-- Dataset content follows --

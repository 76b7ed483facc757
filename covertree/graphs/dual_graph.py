"""Dual graphs of nodal curves and stable graphs (boundary strata).

Conventions (THEORY section 2): vertices are 0-based, legs are labelled by
positive integers (``1..n`` for a stratum of ``Mbar_{g,n}``), loops and
parallel edges are allowed.  The arithmetic genus is ``sum g_v + E - V + 1``;
a vertex is stable when ``2 g_v - 2 + n_v > 0``, ``n_v`` its valence (legs plus
half-edges, a loop counting twice).  Automorphisms are counted on half-edges:
loop flips and permutations of parallel edges count.

A :class:`DualGraph` is normalised to canonical form by its constructor, so
``==`` and ``hash`` compare isomorphism classes (fixing every leg label) and
the stored vertex and edge order is canonical.

References
----------
E. Arbarello, M. Cornalba, P. Griffiths, *Geometry of Algebraic Curves II*
(2011), chapter X, section 2 (stable graphs and their automorphisms).

Examples
--------
>>> g = DualGraph([0, 1], [(1, 0)], [[], [2, 1]])
>>> g.genera, g.legs, g.edges
((0, 1), ((), (1, 2)), ((0, 1),))
>>> g.genus, g.codim, g.is_stable()
(1, 1, False)
>>> StableGraph([1], [(0, 0)]).automorphisms
2
>>> StableGraph([0, 0], [(0, 1)], [[1, 2], [3, 4]]).notation
'g0{1,2}, g0{3,4} | 0-1'
"""

from __future__ import annotations

from collections.abc import Mapping, Sequence

from covertree.errors import GraphError
from covertree.graphs.canonical import _certify, _check_shape, edge_symmetry_factor

__all__ = ["DualGraph", "StableGraph"]


class DualGraph:
    """Connected dual graph of a nodal curve, up to isomorphism fixing legs.

    Parameters
    ----------
    genera : sequence of int
        Genus ``>= 0`` of each vertex (0-based).
    edges : sequence of (int, int)
        Edges as vertex pairs; ``(i, i)`` is a loop, repeated pairs are
        parallel edges.
    legs : sequence of sequences of int, optional
        Leg labels (positive integers, each used once) at each vertex;
        default no legs.

    Raises
    ------
    GraphError
        If the graph is empty or disconnected, a genus is negative, an edge
        endpoint is not a vertex or a leg label is repeated or not positive.

    Examples
    --------
    >>> a = DualGraph([0, 0, 0], [(0, 1), (1, 2)], [[1], [], [2]])
    >>> b = DualGraph([0, 0, 0], [(2, 1), (1, 0)], [[], [1], [2]])
    >>> a == b
    False
    >>> a == DualGraph([0, 0, 0], [(2, 1), (1, 0)], [[2], [], [1]])
    True
    >>> a.valence(2), a.n_vertices, a.n_legs
    (2, 3, 2)
    """

    __slots__ = ("_genera", "_edges", "_legs", "_key", "_aut_v")

    def __init__(
        self,
        genera: Sequence[int],
        edges: Sequence[tuple[int, int]],
        legs: Sequence[Sequence[int]] | None = None,
    ) -> None:
        genera, edges, legs = _validated(genera, edges, legs)
        self._check_extra(genera, edges, legs)
        key, order, aut_v = _certify(genera, edges, legs)
        self._set(*_relabelled(genera, edges, legs, order), key, aut_v)

    def _check_extra(self, genera: tuple, edges: tuple, legs: tuple) -> None:
        """Hook for subclasses: further conditions on the validated input."""

    def _set(self, genera, edges, legs, key, aut_v) -> None:
        for name, value in zip(DualGraph.__slots__, (genera, edges, legs, key, aut_v)):
            object.__setattr__(self, name, value)

    @classmethod
    def _from_canonical(cls, genera, edges, legs, key, aut_v):
        """Trusted fast constructor from data already in canonical form."""
        graph = cls.__new__(cls)
        graph._set(genera, edges, legs, key, aut_v)
        return graph

    def __setattr__(self, name, value):
        raise AttributeError(f"{type(self).__name__} is immutable")

    # -- data ----------------------------------------------------------------
    @property
    def genera(self) -> tuple[int, ...]:
        """Genus of each vertex, in canonical vertex order."""
        return self._genera

    @property
    def edges(self) -> tuple[tuple[int, int], ...]:
        """Edges ``(i, j)`` with ``i <= j`` in canonical order (``i == j``: loop)."""
        return self._edges

    @property
    def legs(self) -> tuple[tuple[int, ...], ...]:
        """Sorted leg labels at each vertex."""
        return self._legs

    @property
    def key(self) -> tuple[int, ...]:
        """Canonical certificate: a tuple of ints, equal iff isomorphic."""
        return self._key

    @property
    def n_vertices(self) -> int:
        return len(self._genera)

    @property
    def n_edges(self) -> int:
        return len(self._edges)

    @property
    def n_legs(self) -> int:
        return sum(len(x) for x in self._legs)

    @property
    def codim(self) -> int:
        """Codimension of the stratum: the number of edges."""
        return len(self._edges)

    @property
    def genus(self) -> int:
        """Arithmetic genus ``sum g_v + E - V + 1``."""
        return sum(self._genera) + len(self._edges) - len(self._genera) + 1

    @property
    def automorphisms(self) -> int:
        """Order of the automorphism group on half-edges (legs fixed)."""
        return self._aut_v * edge_symmetry_factor(self._edges)

    @property
    def notation(self) -> str:
        """The canonical one-line notation (see :mod:`covertree.graphs.notation`)."""
        from covertree.graphs.notation import format_graph

        return format_graph(self)

    def valence(self, v: int) -> int:
        """Legs plus half-edges at vertex ``v`` (a loop counts twice)."""
        ends = sum((a == v) + (b == v) for a, b in self._edges)
        return len(self._legs[v]) + ends

    def is_stable(self) -> bool:
        """Whether every vertex satisfies ``2 g_v - 2 + n_v > 0``."""
        return _unstable_vertex(self._genera, self._edges, self._legs) is None

    # -- conversions ---------------------------------------------------------
    def to_dict(self) -> dict:
        """JSON-ready description (the contract of the JSON outputs).

        Examples
        --------
        >>> StableGraph([1], [], [[1]]).to_dict()
        {'vertices': [{'genus': 1, 'legs': [1]}], 'edges': [], 'automorphisms': 1, 'codim': 0, 'notation': 'g1{1}'}
        """
        return {
            "vertices": [{"genus": g, "legs": list(x)} for g, x in zip(self._genera, self._legs)],
            "edges": [[a, b] for a, b in self._edges],
            "automorphisms": self.automorphisms,
            "codim": self.codim,
            "notation": self.notation,
        }

    @classmethod
    def from_dict(cls, data: Mapping) -> "DualGraph":
        """Inverse of :meth:`to_dict` (extra keys are ignored).

        Examples
        --------
        >>> g = StableGraph([0, 0], [(0, 1)] * 2, [[1], [2]])
        >>> StableGraph.from_dict(g.to_dict()) == g
        True
        """
        try:
            genera = [v["genus"] for v in data["vertices"]]
            legs = [v.get("legs", []) for v in data["vertices"]]
            edges = [tuple(e) for e in data["edges"]]
        except (KeyError, TypeError, AttributeError) as error:
            raise GraphError(f"not a graph description: missing or malformed {error}") from None
        return cls(genera, edges, legs)

    def relabel_legs(self, mapping: Mapping[int, int]) -> "DualGraph":
        """The graph with leg ``j`` renamed ``mapping[j]`` (labels not in the
        mapping are kept).

        Examples
        --------
        >>> g = StableGraph([0, 0], [(0, 1)], [[1, 2], [3, 4]])
        >>> g.relabel_legs({2: 3, 3: 2}).notation
        'g0{1,3}, g0{2,4} | 0-1'
        """
        legs = [[mapping.get(j, j) for j in x] for x in self._legs]
        return type(self)(self._genera, self._edges, legs)

    # -- comparison ----------------------------------------------------------
    def __eq__(self, other) -> bool:
        if not isinstance(other, DualGraph):
            return NotImplemented
        return self._key == other._key

    def __lt__(self, other: "DualGraph") -> bool:
        return (self.codim, self._key) < (other.codim, other._key)

    def __hash__(self) -> int:
        return hash(self._key)

    def __str__(self) -> str:
        return self.notation

    def __repr__(self) -> str:
        return f"<{type(self).__name__} {self.notation}>"

    def __reduce__(self):
        return (type(self), (self._genera, self._edges, self._legs))


class StableGraph(DualGraph):
    """A stable graph: a :class:`DualGraph` all of whose vertices are stable.

    Raises
    ------
    GraphError
        Naming the first unstable vertex (input numbering).

    Examples
    --------
    >>> StableGraph([0, 2], [(0, 1)], [[1, 2], []]).genus
    2
    >>> StableGraph([0, 0], [(0, 1)], [[1], [2, 3]])
    Traceback (most recent call last):
    ...
    covertree.errors.GraphError: vertex 0 (genus 0, valence 2) is unstable: 2g - 2 + valence must be positive
    """

    __slots__ = ()

    def _check_extra(self, genera: tuple, edges: tuple, legs: tuple) -> None:
        v = _unstable_vertex(genera, edges, legs)
        if v is not None:
            valence = len(legs[v]) + sum((a == v) + (b == v) for a, b in edges)
            raise GraphError(
                f"vertex {v} (genus {genera[v]}, valence {valence}) is unstable: "
                "2g - 2 + valence must be positive"
            )


def _unstable_vertex(genera, edges, legs) -> int | None:
    valence = [len(x) for x in legs]
    for a, b in edges:
        valence[a] += 1
        valence[b] += 1
    for v, g in enumerate(genera):
        if 2 * g - 2 + valence[v] <= 0:
            return v
    return None


def _validated(genera, edges, legs) -> tuple[tuple, tuple, tuple]:
    genera = tuple(genera)
    if not genera:
        raise GraphError("a graph needs at least one vertex")
    for v, g in enumerate(genera):
        if not isinstance(g, int) or isinstance(g, bool) or g < 0:
            raise GraphError(f"vertex {v} has genus {g!r}; genera are integers >= 0")
    legs = tuple(tuple(x) for x in legs) if legs is not None else ((),) * len(genera)
    edges = tuple(tuple(e) for e in edges)
    _check_shape(genera, edges, legs)
    _check_legs(legs)
    _check_connected(len(genera), edges)
    return genera, edges, legs


def _check_legs(legs: tuple) -> None:
    seen: set[int] = set()
    for v, labels in enumerate(legs):
        for j in labels:
            if not isinstance(j, int) or isinstance(j, bool) or j <= 0:
                raise GraphError(f"leg label {j!r} at vertex {v} is not a positive integer")
            if j in seen:
                raise GraphError(f"leg {j} appears twice")
            seen.add(j)


def _check_connected(n: int, edges: tuple) -> None:
    parent = list(range(n))

    def find(v: int) -> int:
        while parent[v] != v:
            v = parent[v]
        return v

    for a, b in edges:
        parent[find(a)] = find(b)
    roots = {find(v) for v in range(n)}
    if len(roots) > 1:
        raise GraphError(f"the graph is disconnected ({len(roots)} components)")


def _relabelled(genera, edges, legs, order) -> tuple[tuple, tuple, tuple]:
    inv = [0] * len(order)
    for pos, v in enumerate(order):
        inv[v] = pos
    new_edges = sorted((min(inv[a], inv[b]), max(inv[a], inv[b])) for a, b in edges)
    return (
        tuple(genera[v] for v in order),
        tuple(new_edges),
        tuple(tuple(sorted(legs[v])) for v in order),
    )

-- Dataset content concluded --

■ **What to do**: From the entries above, return exactly the line containing "[[1, 2], []]).genus", the line containing "if v is not", and all lines between, and nothing else.

■ **Completed exercise**:
    >>> StableGraph([0, 2], [(0, 1)], [[1, 2], []]).genus
    2
    >>> StableGraph([0, 0], [(0, 1)], [[1], [2, 3]])
    Traceback (most recent call last):
    ...
    covertree.errors.GraphError: vertex 0 (genus 0, valence 2) is unstable: 2g - 2 + valence must be positive
    """

    __slots__ = ()

    def _check_extra(self, genera: tuple, edges: tuple, legs: tuple) -> None:
        v = _unstable_vertex(genera, edges, legs)
        if v is not None:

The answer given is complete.